I’m a senior at the University of Florida and a member of ASDA’s predental chapter at Florida. As a predental, I understand that my time is valuable, and it’s important that I use it as best as I can before I begin my journey as a dental student. This past winter, I took part in a dental educational service trip to Mumbai, India. My sisters, Toral, an incoming D1 of the University of Florida College of Dentistry, and Kinjal, a sophomore at Nova Southeastern University, were able to join me.
We volunteered as teacher’s assistants at the Navnirman School in Mumbai. The students at this school have intellectual and mental disabilities and are in need of special assistance to learn and maintain daily living skills. We aided the teachers in their efforts to create educational activities that foster the growth of the mentally disabled. Our duties included helping communicate the importance of dental hygiene to children ranging from four to eighteen years of age. This included teaching about the importance of and proper technique for brushing and flossing. We also spoke on the basic structure of the tooth. We gave out sixty packets to the students that included a toothbrush, toothpaste, mouthwash and floss packets. Lastly, we instructed the children on the importance of eating healthy and avoiding unhealthy foods. When planning this trip our goals were to serve an underprivileged area, demonstrate our expertise and have an impact on the local youths. I’m proud to say our trip was very successful.

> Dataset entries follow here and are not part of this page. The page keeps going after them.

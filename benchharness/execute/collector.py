"""Python's cyclic garbage collector held off while a plan is set up.

Setting up a large plan makes several objects per run that live as long as the
session (the planned runs, their records, `plan.csv`'s lines): half a million
at 100,000 runs. The collector starts a pass every 700 new container objects
and, every so often, walks all the older ones, so set-up spent about a quarter
of its CPU time in it (0.38 of 1.45 s before the first run at 100,000 cells,
`experiments/bench/big_plan.py`) while none of those objects is garbage.
`paused` turns it off for the set-up; `settle`, called when the runs start,
moves what set-up made into the collector's permanent generation
(``gc.freeze``: later passes do not walk it) and turns the collector back on,
so the runs go with the collector as before; the end of the block undoes both.
"""

from __future__ import annotations

import gc
from contextlib import contextmanager

_paused: list[list[bool]] = []   # per open `paused` block: [enabled before, frozen]


@contextmanager
def paused():
    """The collector off inside the block (until `settle`); restored on leaving it."""
    entry = [gc.isenabled(), False]
    _paused.append(entry)
    gc.disable()
    try:
        yield
    finally:
        del _paused[next(i for i, e in enumerate(_paused) if e is entry)]  # this one
        if entry[1]:
            gc.unfreeze()
        if entry[0]:
            gc.enable()


def settle() -> None:
    """The runs start: freeze what set-up made and turn the collector back on as it was."""
    if not _paused or _paused[0][1]:
        return
    entry = _paused[0]
    gc.freeze()
    entry[1] = True
    if entry[0]:
        gc.enable()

Our ASDA chapter takes part in local events every few weeks. Our service event is called Youth Tooth and benefits local children in need. Sometimes it may seem like there isn’t enough time to manage schoolwork and still participate in service projects. But if you’re committed to becoming a dentist, you should devote time to projects like these. There is no shortage of causes available to you. Maybe you'll choose to work with underprivileged children, like I did. Whether at home or abroad, you can do a world of good for many children that do not have access or the means for maintaining a healthy smile.